Furthermore, LLMs differ based on location, region, and patient population. According to Forrest Pascal, Principal, AI/ML Model Governance, Kaiser Permanente, “Data may never be fully clean because humans are involved, but we can do our best to make sure the data is as unbiased as possible and we serve as good data stewards.”
Ann Cappellari, MD, CMIO, SSM Health, reminded attendees in a later session that, “garbage in, garbage out” also applies to AI. She encouraged the industry to “take care with automation, and balance how much you want the system to learn versus starting from a very rigid pattern.”
Finally, Ahumada reiterated the need to address data quality before implementing AI or ML. “The data we’ve been collecting for more than 30 years isn’t the right quality to create the new ML models we want to use.” Ahumada encouraged a renewed focus on specific data problems and closing data collection gaps.
Engage end users from the start. According to several nurses and many physicians attending the event, the industry must avoid adding keyboard clicks to clinical or administrative workflows. “End users must be part of the AI conversation at the very beginning,” said Sophia Henry, Clinical Consultant, Beckman Coulter Diagnostics. Their knowledge can help developers build better products and systems.
Rachini Moosavi, Chief Analytics Officer, UNC Health, emphasized that “the hardest part of AI implementation is integrating new systems into end user workflows.” Physicians are especially sensitive to the addition of new technology. Eve Cunningham, Chief of Virtual Care and Digital Health, Providence, suggests the following tips related to end user adoption of AI or ML:
- Think ahead to how AI or ML solutions fit into the end user workflow.
- Accurately estimate the demand from the end users. What is needed to train and change processes to adopt the tool?
- Is the right technology and human infrastructure in place?
In conclusion, Christopher Sharp, CMIO, Stanford Health Care, mentioned the need for aligned incentives with clinicians, departments, and the entire organization. “If incentives don’t align, adoption won’t advance.”

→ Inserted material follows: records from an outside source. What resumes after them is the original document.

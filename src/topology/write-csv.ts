// A Topology as a CSV edge list (the form edgelist.ts reads; quoting as RFC 4180): one row per
// link with source, target, id (where the reader would not derive it), length_km, latency_ms,
// capacity_gbps, weight, risk_groups (ids separated by ";"), hardened, and a column per other
// plain link attribute. A CSV edge list has no nodes of their own: labels, kinds, coordinates,
// hardened nodes, node attributes and nodes without links are lost, and so are demands, risk
// group descriptions, the latency budget, the name and the metadata. Every cell is text: a
// number attribute comes back as text, and a link without an attribute as an empty one.

import type { Topology } from './model.js';
import { derivedIds, designLosses, Losses, numberText, type Written } from './write-shared.js';

function cell(v: unknown): string {
  const s = typeof v === 'number' ? numberText(v) : typeof v === 'boolean' ? (v ? 'true' : 'false') : String(v);
  return /[",\r\n]/.test(s) ? `"${s.replace(/"/g, '""')}"` : s;
}

export function writeCsv(t: Topology): Written {
  const losses = new Losses();
  designLosses(t, losses);
  const linked = new Set(t.links.flatMap((l) => [l.source, l.target]));
  losses.add('nodes without links', 'node', t.nodes.filter((n) => !linked.has(n.id)).length);
  losses.add('node labels', 'node', t.nodes.filter((n) => n.label !== undefined).length);
  losses.add('node kinds', 'node', t.nodes.filter((n) => n.kind !== undefined).length);
  losses.add('site coordinates', 'node', t.nodes.filter((n) => n.lat !== undefined).length);
  losses.add('hardened nodes', 'node', t.nodes.filter((n) => n.hardened).length);
  losses.add('node attributes', 'node', t.nodes.filter((n) => Object.keys(n.attrs).length > 0).length);
  const order = firstAppearance(t);
  const kept = t.nodes.filter((n) => linked.has(n.id));
  if (kept.some((n, i) => n.id !== order[i]))
    losses.add('the order of the nodes (read back in order of first appearance)');
  for (const n of t.nodes) {
    if (n.id !== n.id.trim() || n.id === '')
      losses.add('node ids with spaces at either end (trimmed when read back)', 'node');
  }

  const derived = derivedIds(t);
  const fixed: [string, (i: number) => unknown][] = [];
  const col = (name: string, get: (i: number) => unknown) => {
    if (t.links.some((_, i) => get(i) !== undefined)) fixed.push([name, get]);
  };
  col('id', (i) => (derived[i] ? undefined : t.links[i].id));
  col('length_km', (i) => t.links[i].length);
  col('latency_ms', (i) => t.links[i].latency);
  col('capacity_gbps', (i) => t.links[i].capacity);
  col('weight', (i) => t.links[i].weight);
  col('risk_groups', (i) => (t.links[i].riskGroups.length > 0 ? t.links[i].riskGroups.join(';') : undefined));
  col('hardened', (i) => (t.links[i].hardened ? 'true' : undefined));
  for (const l of t.links)
    if (l.riskGroups.some((g) => g.includes(';')))
      losses.add('risk group ids that hold ";" (split when read back)', 'link');

  // Attribute columns: plain values only, one column per name (header names are matched
  // without case, so a second spelling of a name is left out).
  const taken = new Set(['source', 'target', ...fixed.map(([n]) => n)]);
  const extra: string[] = [];
  for (const l of t.links) {
    for (const [k, v] of Object.entries(l.attrs)) {
      if (extra.includes(k)) continue;
      if (v !== null && typeof v === 'object') continue;
      if (taken.has(k.toLowerCase())) continue;
      taken.add(k.toLowerCase());
      extra.push(k);
    }
  }
  let typed = false;
  for (const l of t.links) {
    for (const [k, v] of Object.entries(l.attrs)) {
      if (v !== null && typeof v === 'object') losses.add(`link attribute "${k}" (a list or map)`, 'link');
      else if (!extra.includes(k)) losses.add(`link attribute "${k}" (the name of a column netbrace writes)`, 'link');
      else if (typeof v !== 'string') typed = true;
    }
  }
  if (typed) losses.add('the types of link attributes (every cell is text)');

  const header = ['source', 'target', ...fixed.map(([n]) => n), ...extra];
  const rows = [header.map(cell).join(',')];
  t.links.forEach((l, i) => {
    const cells = [l.source, l.target, ...fixed.map(([, get]) => get(i)), ...extra.map((k) => l.attrs[k])];
    rows.push(cells.map((v) => (v === undefined || v === null ? '' : cell(v))).join(','));
  });
  return { text: `${rows.join('\n')}\n`, lost: losses.list() };
}

/** Node ids in the order a CSV reader meets them. */
function firstAppearance(t: Topology): string[] {
  const seen = new Set<string>();
  for (const l of t.links) for (const e of [l.source, l.target]) seen.add(e);
  return [...seen];
}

Deliver value quickly. Cunningham reminded attendees that perpetual AI pilots aren’t sustainable. While there is no shortage of great ideas, efforts must be prioritized to achieve value and then continually measure return on investment as the solution is implemented across the organization.
Looking Ahead to HIMSS AI in Healthcare Forum ’24
As Harvey Castro said during his opening keynote session, “There is too much on the line for us to get AI wrong in healthcare.” Castro added that there are no experts. We are all learning as we go.
Events like HIMSS AI in Healthcare Forum continue to educate all of us on the promises and practicalities of AI in healthcare. And as today’s guidance evolves into tomorrow’s regulatory rule, there likely won’t be any facet in the healthcare industry that won’t be touched by AI.